Ослепительно-яркое утро, и она вдруг чувствует неудобство в груди, раздавленная невыносимой тяжестью давящей жары, лежа ничком на постели, она думает, может быть, грудь со вчерашнего дня увеличилась и поэтому ей так неудобно. Она торопится в душ, надеясь смыть следы ночного кошмара. Она смывает с себя сон. Мочит длинные спутавшиеся волосы, хотя от реки несет тиной и воду наверняка качают прямо из реки, но она долго моет их шампунем, потом полощет, рассматривает загоревшее тело в зеркале над раковиной; упругое, худое, оно не кажется ей красивым, даже покрытое загаром, хотя цвет кожи ей нравится, он роднит ее со зверями и джунглями.

В иллюминатор видно, что пароход плывет по-прежнему. По правому борту, куда смотрит ее каюта, — вода и рябь на воде, больше ничего. Рано. Только семь часов утра, а солнце уже безжалостно поджаривает металлический бок парохода. Захотелось есть. Чуть-чуть. Скорее захотелось кофе. Она поднимается на палубу. В коридоре, пока шла, и на лесенке — ни души. Противный помощник, который показывал ей каюту и приветствовал пассажиров, к счастью, не встретился.

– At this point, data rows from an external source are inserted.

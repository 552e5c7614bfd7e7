package response

import (
	"maps"
	"math"
	"math/cmplx"
	"slices"
)

// mirrorTolerance is how far mirrored taps may differ, as a fraction of the largest.
const mirrorTolerance = 1e-12

// BulkLatency is the one delay that stands for the whole response h: in samples
// after index origin, fractional and possibly negative. rate is in Hz.
//
// For a kernel that is symmetric or antisymmetric to 1e-12 of its largest tap it is
// exactly the middle, (N-1)/2 of the taps that are not zero. Otherwise it is the lag t
// that maximises |∫ H(f)/f·e^(j2πft) df| over 20 Hz to 0.45 fs, one-sided: the
// envelope of the correlation with pink noise. polarity is the sign of the real
// part of that integral there, or 0, not stated, unless its modulus is at least
// 0.75 of ∫|H|/f df and its angle within 45° of 0° or 180°.
//
// A response without energy, or one that is not finite, has NaN and 0.
func BulkLatency(h []float64, origin int, rate float64) (d float64, polarity int) {
	if !usable(h, rate) {
		return math.NaN(), 0
	}
	h = h[:audibleLength(h)]
	size := NextPow2(max(4*len(h), int(bulkDensity*rate)))
	t, polarity := BulkLatencyOf(h, Spectrum(h, size), size, rate)
	return t - float64(origin), polarity
}

// audibleLength leaves out an end whose energy is 1e-24 of the whole: it moves
// a latency by far less than a millionth of a sample, and costs what it is long.
func audibleLength(h []float64) int {
	var total, end float64
	for _, v := range h {
		total += v * v
	}
	n := len(h)
	for n > 1 {
		if end += h[n-1] * h[n-1]; end > 1e-24*total {
			break
		}
		n--
	}
	return n
}

// BulkDelay is BulkLatency from the first sample of h, without its polarity:
// for a symmetric kernel, which is known by looking at it, much cheaper.
func BulkDelay(h []float64, rate float64) float64 {
	if usable(h, rate) {
		if middle, ok := Mirror(h); ok {
			return middle
		}
	}
	d, _ := BulkLatency(h, 0, rate)
	return d
}

func usable(h []float64, rate float64) bool {
	energy := 0.0
	for _, v := range h {
		energy += v * v
	}
	return energy > 0 && !math.IsInf(energy, 1) && rate*TopOfBand > PinkFrom
}

// bulkDensity is how many bins stand in one Hz: 1/f at 20 Hz is smooth over
// several, however short the response.
const bulkDensity = 10

// BulkLatencyOf is BulkLatency, relative to the first sample of x, for a caller
// that has the transform of x already: bins 0 to size/2, with size a multiple
// of 4 and at least 4 times len(x), and ten bins or more a Hz.
func BulkLatencyOf(x []float64, bins []complex128, size int, rate float64) (t float64, polarity int) {
	c := pinkCorrelation(bins, size, rate)
	t, symmetric := Mirror(x)
	if !symmetric {
		t = c.largest(max(2*len(x), int(bulkDensity*rate/2)))
	}
	return t, c.polarity(t)
}

// Mirror is the index about which x is symmetric or antisymmetric, if it is.
// Only the energy's centroid can be that index.
func Mirror(x []float64) (centre float64, ok bool) {
	var energy, moment, largest float64
	for n, v := range x {
		energy += v * v
		moment += float64(n) * v * v
		largest = max(largest, math.Abs(v))
	}
	twice := int(math.Round(2 * moment / energy))
	even, odd := true, true
	for n, v := range x {
		var twin float64
		if m := twice - n; m >= 0 && m < len(x) {
			twin = x[m]
		}
		even = even && math.Abs(v-twin) <= mirrorTolerance*largest
		odd = odd && math.Abs(v+twin) <= mirrorTolerance*largest
	}
	return float64(twice) / 2, even || odd
}

// correlation is H(f)/f df over the pink range: the one-sided spectrum of the
// correlation with pink noise.
type correlation struct {
	bins  []complex128 // DFT(h), all of it
	size  int          // K
	pink  Quadrature
	total float64 // ∫|H|/f df
}

func pinkCorrelation(bins []complex128, size int, rate float64) *correlation {
	c := &correlation{bins: bins, size: size, pink: PinkQuadrature(rate/float64(size), rate)}
	for k := c.pink.First; k <= c.pink.Last; k++ {
		c.total += cmplx.Abs(c.weighted(k))
	}
	return c
}

// weighted is H(f)/f df at bin k.
func (c *correlation) weighted(k int) complex128 { return c.bins[k] * complex(c.pink.Pink(k), 0) }

// at is the integral at a lag of t samples, and its first two derivatives by t.
func (c *correlation) at(t float64) (a0, a1, a2 complex128) {
	unit := 2 * math.Pi / float64(c.size)
	rotation := turn(unit * t)
	for from := c.pink.First; from <= c.pink.Last; from += resync {
		z := turn(unit * t * float64(from))
		w := unit * float64(from)
		for k := from; k <= min(from+resync-1, c.pink.Last); k++ {
			v := c.weighted(k) * z
			a0 += v
			a1 += complex(-w*imag(v), w*real(v))
			a2 -= complex(w*w*real(v), w*w*imag(v))
			w += unit
			z *= rotation
		}
	}
	return a0, a1, a2
}

// slope is the first and second derivative by t of the squared modulus, and the square itself.
func (c *correlation) slope(t float64) (f, f1, f2 float64) {
	a0, a1, a2 := c.at(t)
	f1 = 2 * real(cmplx.Conj(a0)*a1)
	f2 = 2*power(a1) + 2*real(cmplx.Conj(a0)*a2)
	return power(a0), f1, f2
}

// contender is how near a coarse maximum must come to the largest to be refined:
// on whole samples a maximum up to 0.45 fs is seen at worst 8 % low.
const contender = 0.9

// largest is the lag of the largest modulus: every coarse maximum that could be it, refined.
// Coarse ones are looked for at n whole lags about 0, at least as many as given.
func (c *correlation) largest(atLeast int) float64 {
	stride := 1 // between the bins that hold so many lags
	for c.size%(4*stride) == 0 && c.size/(2*stride) >= atLeast {
		stride *= 2
	}
	n := c.size / stride
	coarse := c.contenders(stride)
	best, bestValue := 0.0, -1.0
	for _, i := range slices.Sorted(maps.Keys(coarse)) {
		if p := coarse[i]; p < coarse[(i+n-1)%n] || p < coarse[(i+1)%n] {
			continue
		}
		lag := i
		if i > n/2 {
			lag -= n
		}
		if t, value := c.climb(float64(lag)); value > bestValue {
			best, bestValue = t, value
		}
	}
	return best
}

// contenders is the squared modulus at the whole lags where it comes near enough to the
// largest, from every stride-th bin; those below 0 stand at the end of K/stride.
func (c *correlation) contenders(stride int) map[int]float64 {
	n := c.size / stride
	re, im := make([]float64, c.pink.Last/stride+1), make([]float64, c.pink.Last/stride+1)
	for i := (c.pink.First + stride - 1) / stride; i < len(re); i++ {
		v := c.weighted(i * stride)
		re[i], im[i] = real(v), imag(v)
	}
	near := nearLargest{squares: map[int]float64{}}
	NewTransform(n, len(re)).Each(func(k int, v []complex128) {
		turned := complex(-imag(v[1]), real(v[1]))
		near.see((n-k)%n, power(v[0]+turned))
		near.see(k, power(v[0]-turned)) // the conjugate of what stands at -k
	}, Sequence{X: re}, Sequence{X: im})
	near.drop()
	return near.squares
}

// nearLargest keeps squares, by index, of contenders for the largest of a long list.
type nearLargest struct {
	squares map[int]float64
	top     float64
	enough  int // to look for squares to be dropped
}

func (n *nearLargest) see(i int, square float64) {
	if square < contender*contender*n.top {
		return
	}
	n.squares[i], n.top = square, max(n.top, square)
	if len(n.squares) > n.enough {
		n.drop()
		n.enough = 2*len(n.squares) + 1024
	}
}

func (n *nearLargest) drop() {
	maps.DeleteFunc(n.squares, func(_ int, square float64) bool { return square < contender*contender*n.top })
}

// climb finds the maximum within a sample of t: Newton steps, kept inside a
// bracket that shrinks by the sign of the slope.
func (c *correlation) climb(t float64) (at, value float64) {
	lo, hi := t-1, t+1
	for range 60 {
		f, f1, f2 := c.slope(t)
		if f1 > 0 {
			lo = t
		} else {
			hi = t
		}
		next := t - f1/f2
		if !(f2 < 0 && next > lo && next < hi) {
			next = (lo + hi) / 2
		}
		moved := math.Abs(next - t)
		at, value, t = t, f, next
		if moved < 1e-11*(1+math.Abs(t)) {
			break
		}
	}
	return at, value
}

// polarity is the sign of the correlation at lag t, 0 when it is not clear enough to state.
func (c *correlation) polarity(t float64) int {
	a, _, _ := c.at(t)
	const half = math.Sqrt2 / 2 // cos 45°
	switch modulus := cmplx.Abs(a); {
	case !(modulus >= 0.75*c.total), math.Abs(real(a)) < half*modulus:
		return 0
	case real(a) < 0:
		return -1
	}
	return 1
}

// power is |c|^2 without the square root of cmplx.Abs.
func power(c complex128) float64 { return real(c)*real(c) + imag(c)*imag(c) }

// turn is e^(jx).
func turn(x float64) complex128 { return cmplx.Rect(1, x) }
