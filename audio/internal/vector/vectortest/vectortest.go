// Package vectortest runs tests with each set of vector instructions.
package vectortest

import (
	"testing"

	"fettle/audio/internal/vector"
)

// Each runs f as a test with each set that there is, plain Go first. Missing ones are
// left out; a test of package vector says so.
func Each(t *testing.T, f func(t *testing.T)) {
	t.Helper()
	for _, s := range vector.All() {
		if !s.Available() {
			continue
		}
		t.Run(s.String(), func(t *testing.T) {
			defer vector.Use(s)()
			f(t)
		})
	}
}

// EachBenchmark is Each for benchmarks; missing ones are left out.
func EachBenchmark(b *testing.B, f func(b *testing.B)) {
	b.Helper()
	for _, s := range vector.All() {
		if !s.Available() {
			continue
		}
		b.Run(s.String(), func(b *testing.B) {
			defer vector.Use(s)()
			f(b)
		})
	}
}
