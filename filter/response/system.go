package response

import (
	"math"
	"math/cmplx"
)

// System is a kernel, a cascade, and a cascade that runs forward and backward
// in time, one after another. Nil taps stand for a kernel of the one tap 1.
// With Zero sections the system is not causal.
type System struct {
	Taps     []float64
	Sections []Section
	Zero     []Section // response |H|^2, with no phase and no delay
}

// Spectrum gives H at omega = 2 pi k/size, k = 0 to size/2: the kernel's
// discrete transform times the sections' own formula. size is a power of two,
// at least len(Taps).
func (s System) Spectrum(size int) []complex128 {
	h := make([]complex128, size/2+1)
	for k := range h {
		h[k] = 1
	}
	if s.Taps != nil {
		h = Spectrum(s.Taps, size)
	}
	if len(s.Sections) > 0 || len(s.Zero) > 0 {
		for k := range h {
			h[k] *= s.recursiveAt(2 * math.Pi * float64(k) / float64(size))
		}
	}
	return h
}

// recursiveAt is H without the kernel.
func (s System) recursiveAt(omega float64) complex128 {
	return SectionsAt(s.Sections, omega) * complex(power(SectionsAt(s.Zero, omega)), 0)
}

// At is H at omega radians a sample, summed directly.
func (s System) At(omega float64) complex128 {
	h := s.recursiveAt(omega)
	if s.Taps != nil {
		h *= TapsAt(s.Taps, omega)
	}
	return h
}

// Magnitude gives |H| on the grid of Spectrum.
func (s System) Magnitude(size int) []float64 {
	out := make([]float64, size/2+1)
	if s.Taps == nil {
		for k := range out {
			out[k] = 1
		}
	} else {
		NewTransform(size, len(s.Taps)).Each(func(k int, v []complex128) { out[k] = math.Sqrt(power(v[0])) }, Sequence{X: s.Taps})
	}
	if len(s.Sections) > 0 || len(s.Zero) > 0 {
		for k := range out {
			omega := 2 * math.Pi * float64(k) / float64(size)
			both, _ := squareAndDelay(s.Zero, omega)
			out[k] *= SectionsMagnitude(s.Sections, omega) * both
		}
	}
	return out
}

// GroupDelay gives the group delay in samples on the grid of Spectrum: by
// Re{DFT(n h)/DFT(h)} for the kernel, NaN where that is not stated, plus the
// sections' own formula.
func (s System) GroupDelay(size int) []float64 {
	tau := make([]float64, size/2+1)
	s.EachBin(size, func(k int, _, delay float64) { tau[k] = delay })
	return tau
}

// EachBin visits the grid of Spectrum in no order that matters, with |H|^2 and the
// delay of GroupDelay.
func (s System) EachBin(size int, visit func(k int, squared, delay float64)) {
	whole := func(k int, squared, delay float64) {
		omega := 2 * math.Pi * float64(k) / float64(size)
		once, late := squareAndDelay(s.Sections, omega)
		both, _ := squareAndDelay(s.Zero, omega)
		visit(k, squared*once*both*both, delay+late)
	}
	if s.Taps != nil {
		eachTapsBin(s.Taps, size, whole)
		return
	}
	for k := range size/2 + 1 {
		whole(k, 1, 0)
	}
}

// PhaseDelay gives -arg H/omega in samples on the grid of Spectrum, the phase
// unwrapped from the lowest bin that is stated, where it is taken between -pi
// and pi: for a system whose phase there is 0, as that of every low-pass of
// positive gain is at 0 Hz, it is the delay of a steady tone. NaN at 0 Hz and
// where |H| is more than 60 dB under its maximum. size must be at least 8 times
// the kernel's length, so that no turn is missed between two bins.
func (s System) PhaseDelay(size int) []float64 {
	h := s.Spectrum(size)
	least := Stated * maxModulus(h)
	out := make([]float64, len(h))
	phase, last := 0.0, complex(1, 0)
	for k, v := range h {
		out[k] = math.NaN()
		if modulus := cmplx.Abs(v); !(modulus > 0 && modulus >= least) {
			continue
		}
		phase += cmplx.Phase(v * cmplx.Conj(last))
		last = v
		if k > 0 {
			out[k] = -phase / (2 * math.Pi * float64(k) / float64(size))
		}
	}
	return out
}
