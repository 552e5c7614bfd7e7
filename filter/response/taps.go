package response

import (
	"fmt"
	"math"
	"math/bits"
	"math/cmplx"

	"gonum.org/v1/gonum/dsp/fourier"
)

// Stated is the magnitude, relative to the maximum, below which a group delay
// is not stated: 60 dB down, where rounding begins to govern it.
const Stated = 1e-3

// TapsAt returns the kernel's response at omega, any real number of radians a
// sample, by Horner's rule; the error is at most about 2e-16 times the number
// of taps times the sum of |h|.
func TapsAt(taps []float64, omega float64) complex128 {
	sin, cos := math.Sincos(omega)
	step := complex(cos, -sin)
	h := complex(0, 0)
	for n := len(taps) - 1; n >= 0; n-- {
		h = h*step + complex(taps[n], 0)
	}
	return h
}

// Spectrum returns bins 0..k/2 of the k-point transform of taps padded with
// zeros: bin i is H(2 pi i/k), not normalised. It panics unless k is even, at
// least 2 and at least len(taps). A k of small prime factors is fast.
func Spectrum(taps []float64, k int) []complex128 {
	return newPaddedFFT(k).transform(taps)
}

// TapsGroupDelay returns the group delay in samples at bins 0..k/2 of the
// k-point transform: Re{ DFT(n h)/DFT(h) }, with n counted from the middle tap
// for the sake of accuracy. A bin more than 60 dB under the largest is NaN: not
// stated. Panics as Spectrum does.
func TapsGroupDelay(taps []float64, k int) []float64 {
	middle := float64(len(taps)-1) / 2
	ramped := make([]float64, len(taps))
	for n, h := range taps {
		ramped[n] = (float64(n) - middle) * h
	}
	fft := newPaddedFFT(k)
	spectrum, slope := fft.transform(taps), fft.transform(ramped)
	least := Stated * maxModulus(spectrum)
	delay := make([]float64, len(spectrum))
	for i, h := range spectrum {
		delay[i] = math.NaN()
		if modulus := cmplx.Abs(h); modulus > 0 && modulus >= least {
			delay[i] = middle + real(slope[i]/h)
		}
	}
	return delay
}

func maxModulus(spectrum []complex128) float64 {
	largest := 0.0
	for _, h := range spectrum {
		largest = math.Max(largest, cmplx.Abs(h))
	}
	return largest
}

// paddedFFT transforms kernels that are shorter than the transform.
type paddedFFT struct {
	fft    *fourier.FFT
	padded []float64
}

func newPaddedFFT(k int) *paddedFFT {
	if k < 2 || k%2 != 0 {
		panic(fmt.Sprintf("response: transform length %d is not an even number from 2 up", k))
	}
	return &paddedFFT{fft: fourier.NewFFT(k), padded: make([]float64, k)}
}

func (p *paddedFFT) transform(taps []float64) []complex128 {
	if len(taps) > len(p.padded) {
		panic(fmt.Sprintf("response: %d taps do not fit a transform of %d", len(taps), len(p.padded)))
	}
	clear(p.padded[copy(p.padded, taps):])
	return p.fft.Coefficients(nil, p.padded)
}

// NextPow2 returns the least power of two that is at least n; 1 for n <= 1.
func NextPow2(n int) int {
	if n <= 1 {
		return 1
	}
	return 1 << bits.Len(uint(n-1))
}
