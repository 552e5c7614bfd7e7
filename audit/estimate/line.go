package estimate

import (
	"math"

	"gonum.org/v1/gonum/stat"
)

// Line is a straight line through points, and the half width of its slope's 95 %
// interval: NaN with fewer than three points, whose scatter says nothing.
type Line struct {
	At0, Slope float64
	SlopeHalf  float64
	// Scatter is the RMS of the residuals over n-2 degrees of freedom; NaN
	// likewise.
	Scatter float64
}

// FitLine fits by least squares. x and y are equally long, at least two, and
// not all x are equal.
func FitLine(x, y []float64) Line {
	l := Line{SlopeHalf: math.NaN(), Scatter: math.NaN()}
	l.At0, l.Slope = stat.LinearRegression(x, y, nil, false)
	freedom := float64(len(x) - 2)
	if freedom < 1 {
		return l
	}
	mean := stat.Mean(x, nil)
	var squares, spread float64
	for i := range x {
		off := y[i] - l.At0 - l.Slope*x[i]
		squares += off * off
		spread += (x[i] - mean) * (x[i] - mean)
	}
	l.Scatter = math.Sqrt(squares / freedom)
	l.SlopeHalf = student(freedom) * l.Scatter / math.Sqrt(spread)
	return l
}
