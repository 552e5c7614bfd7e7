package response

import (
	"math"
	"math/cmplx"
	"testing"
)

func TestRoots(t *testing.T) {
	cases := []struct {
		name  string
		s     Section
		zeros []complex128
		poles []complex128
	}{
		{"second order", Section{B0: 2, B1: -2, B2: 4, A1: -1, A2: 0.5},
			[]complex128{complex(0.5, math.Sqrt(7)/2), complex(0.5, -math.Sqrt(7)/2)}, []complex128{0.5 + 0.5i, 0.5 - 0.5i}},
		{"first order", Section{B0: 1, B1: -1, A1: -0.75}, []complex128{1}, []complex128{0.75}},
		{"zero at infinity", Section{B1: 1, B2: 0.5, A1: -1, A2: 0.25}, []complex128{-0.5}, []complex128{0.5, 0.5}},
		{"only poles", Section{B0: 1, A1: 0, A2: 0.25}, []complex128{0, 0}, []complex128{0.5i, -0.5i}},
		{"opposite reals", Section{B0: 1, B2: -1, A1: 0, A2: -0.25}, []complex128{-1, 1}, []complex128{-0.5, 0.5}},
		{"far apart reals", Section{B0: 1, B1: -1e8, B2: 1, A1: 0.5, A2: 0}, []complex128{1e8, 1e-8}, []complex128{-0.5, 0}},
	}
	for _, c := range cases {
		compareRoots(t, c.name+" zeros", c.s.Zeros(), c.zeros)
		compareRoots(t, c.name+" poles", c.s.Poles(), c.poles)
	}
}

// compareRoots allows a few units in the last place of each root.
func compareRoots(t *testing.T, name string, got, want []complex128) {
	t.Helper()
	if len(got) != len(want) {
		t.Errorf("%s: got %v, want %v", name, got, want)
		return
	}
	for i := range got {
		if !(cmplx.Abs(got[i]-want[i]) <= 1e-15*cmplx.Abs(want[i])) {
			t.Errorf("%s: got %v, want %v", name, got, want)
		}
	}
}

func TestStability(t *testing.T) {
	cases := []struct {
		name   string
		a1, a2 float64
		stable bool
		radius float64
	}{
		{"inside", -1.8, 0.81, true, 0.9},
		{"integrator", -1, 0, false, 1},
		{"resonator on the circle", -1, 1, false, 1},
		{"real pole outside", -2.5, 1, false, 2},
		{"pole beyond -1", 1.2, 0.1, false, 1.1099019513592784},
		{"NaN", math.NaN(), 0.5, false, math.NaN()},
	}
	for _, c := range cases {
		s := []Section{{B0: 1}, {B0: 1, A1: c.a1, A2: c.a2}}
		if Stable(s) != c.stable {
			t.Errorf("%s: stable is %v", c.name, !c.stable)
		}
		if r := MaxPoleRadius(s); !math.IsNaN(c.radius) {
			near(t, c.name, r, c.radius, 1e-8) // a double pole is known to the root of the precision
		}
	}
	if !Stable(nil) || MaxPoleRadius(nil) != 0 {
		t.Error("the identity has no poles")
	}
}

func TestSymmetry(t *testing.T) {
	cases := []struct {
		taps []float64
		tol  float64
		want Kind
		name string
	}{
		{[]float64{1, 2, 1}, 0, TypeI, "type I"},
		{[]float64{1, 2, 2, 1}, 0, TypeII, "type II"},
		{[]float64{1, 2, 0, -2, -1}, 0, TypeIII, "type III"},
		{[]float64{1, 2, -2, -1}, 0, TypeIV, "type IV"},
		{[]float64{1, 2, 3}, 0, None, "none"},
		{[]float64{1, 2, 1 + 1e-10}, 1e-9, TypeI, "type I"},
		{[]float64{1, 2, 1 + 1e-10}, 1e-12, None, "none"},
		{[]float64{0, 0}, 0, None, "none"},
		{nil, 0, None, "none"},
		{[]float64{1, math.NaN(), 1}, 1, None, "none"},
	}
	for _, c := range cases {
		got := Symmetry(c.taps, c.tol)
		if got != c.want || got.String() != c.name {
			t.Errorf("%v: got %v, want %v", c.taps, got, c.want)
		}
		if got.Symmetric() != (c.want == TypeI || c.want == TypeII) || got.Antisymmetric() != (c.want == TypeIII || c.want == TypeIV) {
			t.Errorf("%v: symmetric %v, antisymmetric %v", got, got.Symmetric(), got.Antisymmetric())
		}
	}
}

На носу уже полно народу, сидят на пластмассовых стульях, стоят, опершись о борт. Берег видится полоской темного тумана. Остановка сегодня только вечером, если она хорошо запомнила расписание. В окошке бара она заплатила за чашку кофе и слоеный пирожок. Буфетчик не слишком-то словоохотлив, смотрит хмуро. Она садится поближе к воде, под большой тент, который дает хоть какую-то тень, и внезапно улыбается, радуясь чуду своего одинокого завтрака на свежем воздухе посреди Ориноко. Длинный рудовоз скользит рядом с ними, их разделяет несколько кабельтовых, крошечные черные птички вьются над палубой, клюя крошки, которые бросают им пассажиры. Никто не будет надоедать ей, никто не нарушит ее одиночества, она такая же пассажирка, как все, а берег мало-помалу приближается, маня чудесной зеленой саванной.